• _Records from a collection_
----------------

//! What `screen` says of the instrument and of unusual spectra, in words and for machines.

use std::collections::BTreeMap;
use std::io::{self, Write};

use serde_json::{Value, json};

use super::table::present;
use crate::screening::Evidence;
use crate::screening::health::{BandHealth, Check, DetectorShift, Examined, Finding, Subject};
use crate::spectral::median;
use crate::system::clean_text;

/// Each check that found something, with how often, behind a semicolon; empty where all is well.
pub fn instrument_words(examined: &Examined) -> String {
    let mut counts: BTreeMap<Check, usize> = BTreeMap::new();
    for finding in &examined.findings {
        *counts.entry(finding.check).or_default() += 1;
    }
    let words: Vec<String> =
        counts.iter().map(|(check, count)| format!("{} {count}", check.name())).collect();
    if words.is_empty() { String::new() } else { format!("; instrument: {}", words.join(", ")) }
}

/// All of it as one object: bands in numbers, findings one by one, unusual spectra.
pub fn instrument(examined: &Examined) -> Value {
    let unusual = examined.unusual.iter().map(|one| {
        json!({
            "footprint": one.footprint,
            "band": examined.band_name(one.band),
            "score": one.score,
            "limit": one.limit,
            "channels": channels(&one.channels),
        })
    });
    let not_examined: Vec<&String> = (examined.band_names.iter().enumerate())
        .filter(|(number, _)| !examined.bands.iter().any(|band| band.band == *number))
        .map(|(_, name)| name)
        .collect();
    json!({
        "bands": examined.bands.iter().map(|band| of_band(examined, band)).collect::<Vec<_>>(),
        "not_examined": not_examined,
        "findings": examined.findings.iter().map(|one| of_finding(examined, one)).collect::<Vec<_>>(),
        "unusual": unusual.collect::<Vec<_>>(),
    })
}

fn of_band(examined: &Examined, band: &BandHealth) -> Value {
    let mut ratios: Vec<f64> = band
        .noise
        .iter()
        .map(|one| one.noise / one.expected)
        .filter(|one| one.is_finite())
        .collect();
    let mut over_file: Vec<f64> =
        band.noise.iter().map(|one| one.noise / one.told).filter(|one| one.is_finite()).collect();
    let basis = band.basis.as_ref().map(|basis| {
        json!({
            "components": basis.components(),
            "from": band.origin.name(),
            "spectra": basis.scores.spectra,
            "left_out": basis.scores.left_out,
            "mean_score": basis.scores.mean,
            "score_deviation": basis.scores.deviation,
            "limit": band.limit,
        })
    });
    let detectors = band.detectors.iter().map(|one| {
        json!({
            "noise_ratio": present(one.noise),
            "noise_ratio_in_file": one.told_noise,
            "bias_K": present(one.bias),
            "bias_deviation_K": present(one.bias_deviation),
            "uniform_bias_K": present(one.uniform_bias),
            "uniform_bias_deviation_K": present(one.uniform_deviation),
        })
    });
    let of_shift = |one: &DetectorShift| json!({ "detector": one.detector, "ppm": one.ppm, "deviation_ppm": one.deviation });
    let shifts = |all: &[DetectorShift]| all.iter().map(of_shift).collect::<Vec<_>>();
    let absolute = band.absolute_shifts.as_ref().map(|all| shifts(all)).map_err(|why| *why);
    json!({
        "band": examined.band_name(band.band),
        "basis": basis,
        "noise_over_expected": present(median(&mut ratios)),
        "noise_in_file": band.has_nedn,
        "noise_over_file": present(median(&mut over_file)),
        "detectors": detectors.collect::<Vec<_>>(),
        "shifts": shifts(&band.shifts),
        "absolute_shifts": absolute.as_ref().ok(),
        "absolute_shift_not_applicable": absolute.as_ref().err(),
        "sweep_difference_K": band.sweep.map(|(difference, _)| difference),
    })
}

fn of_finding(examined: &Examined, finding: &Finding) -> Value {
    let (mut footprint, mut detector, mut wavenumber) = (None, None, None);
    match finding.subject {
        Subject::Footprint(one) => footprint = Some(one),
        Subject::Detector(one) => detector = Some(one),
        Subject::Channel(channel) => wavenumber = Some(channel.wavenumber),
        Subject::Granule => {}
    }
    json!({
        "check": finding.check.name(),
        "flag": finding.check.flag(),
        "band": finding.band.map(|band| examined.band_name(band)),
        "footprint": footprint,
        "detector": detector,
        "wavenumber_cm-1": wavenumber,
        "value": present(finding.value),
        "limit": present(finding.limit),
        "unit": finding.unit,
        "source": finding.source,
        "detail": finding.detail,
    })
}

fn channels(channels: &[(f64, f64)]) -> Vec<Value> {
    let one = |(wavenumber, residual): &(f64, f64)| json!({ "wavenumber_cm-1": wavenumber, "noises": residual });
    channels.iter().map(one).collect()
}

/// What is wrong with a spectrum, and how well it is rebuilt.
pub fn write_spectrum_evidence(evidence: &Evidence, out: &mut dyn Write) -> io::Result<()> {
    writeln!(out, "\ninstrument")?;
    if evidence.health.is_empty() {
        writeln!(out, "  nothing found")?;
    }
    for one in &evidence.health {
        let flag = one.flag.map_or("told only".to_owned(), str::to_owned);
        let band = one.band.as_ref().map(|band| format!(" in {}", clean_text(band)));
        writeln!(out, "  {flag}{}: {}", band.unwrap_or_default(), one.words)?;
        writeln!(out, "      source: {}", one.source)?;
    }
    writeln!(out, "\nunusual")?;
    for one in &evidence.reconstruction {
        let band = clean_text(&one.band);
        let basis = match one.basis.as_str() {
            "own" => "the granule itself".to_owned(),
            file => clean_text(file),
        };
        let (limit, components) = (one.limit, one.components);
        match one.score {
            None => writeln!(out, "  {band}: no score, too much is missing")?,
            Some(score) => {
                let said = if one.unusual { "unusual" } else { "like the others" };
                writeln!(out, "  {band}: {said}; score {score:.2} > {limit:.2} noises?")?;
                let (mean, deviation) = (one.training_mean, one.training_deviation);
                if let Some(deviations) = one.deviations {
                    let (count, of) = (one.training_spectra, "training spectra");
                    writeln!(
                        out,
                        "      {deviations:+.1} sigma: {count} {of} have {mean:.2} ± {deviation:.2}"
                    )?;
                }
                writeln!(out, "      T20, {components} components from {basis}")?;
            }
        }
        for (wavenumber, noises) in &one.channels {
            writeln!(out, "      {wavenumber:.4} cm-1: {noises:+.1} noises not explained")?;
        }
    }
    Ok(())
}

----------------

• _WHAT IS REQUIRED_
Nothing but the lines from the beginning of the records through the line with "band.noise.iter().map(|one| one.noise /" should appear, each printed exactly.

• _YOUR SOLUTION_
//! What `screen` says of the instrument and of unusual spectra, in words and for machines.

use std::collections::BTreeMap;
use std::io::{self, Write};

use serde_json::{Value, json};

use super::table::present;
use crate::screening::Evidence;
use crate::screening::health::{BandHealth, Check, DetectorShift, Examined, Finding, Subject};
use crate::spectral::median;
use crate::system::clean_text;

/// Each check that found something, with how often, behind a semicolon; empty where all is well.
pub fn instrument_words(examined: &Examined) -> String {
    let mut counts: BTreeMap<Check, usize> = BTreeMap::new();
    for finding in &examined.findings {
        *counts.entry(finding.check).or_default() += 1;
    }
    let words: Vec<String> =
        counts.iter().map(|(check, count)| format!("{} {count}", check.name())).collect();
    if words.is_empty() { String::new() } else { format!("; instrument: {}", words.join(", ")) }
}

/// All of it as one object: bands in numbers, findings one by one, unusual spectra.
pub fn instrument(examined: &Examined) -> Value {
    let unusual = examined.unusual.iter().map(|one| {
        json!({
            "footprint": one.footprint,
            "band": examined.band_name(one.band),
            "score": one.score,
            "limit": one.limit,
            "channels": channels(&one.channels),
        })
    });
    let not_examined: Vec<&String> = (examined.band_names.iter().enumerate())
        .filter(|(number, _)| !examined.bands.iter().any(|band| band.band == *number))
        .map(|(_, name)| name)
        .collect();
    json!({
        "bands": examined.bands.iter().map(|band| of_band(examined, band)).collect::<Vec<_>>(),
        "not_examined": not_examined,
        "findings": examined.findings.iter().map(|one| of_finding(examined, one)).collect::<Vec<_>>(),
        "unusual": unusual.collect::<Vec<_>>(),
    })
}

fn of_band(examined: &Examined, band: &BandHealth) -> Value {
    let mut ratios: Vec<f64> = band
        .noise
        .iter()
        .map(|one| one.noise / one.expected)
        .filter(|one| one.is_finite())
        .collect();
    let mut over_file: Vec<f64> =
        band.noise.iter().map(|one| one.noise / one.told).filter(|one| one.is_finite()).collect();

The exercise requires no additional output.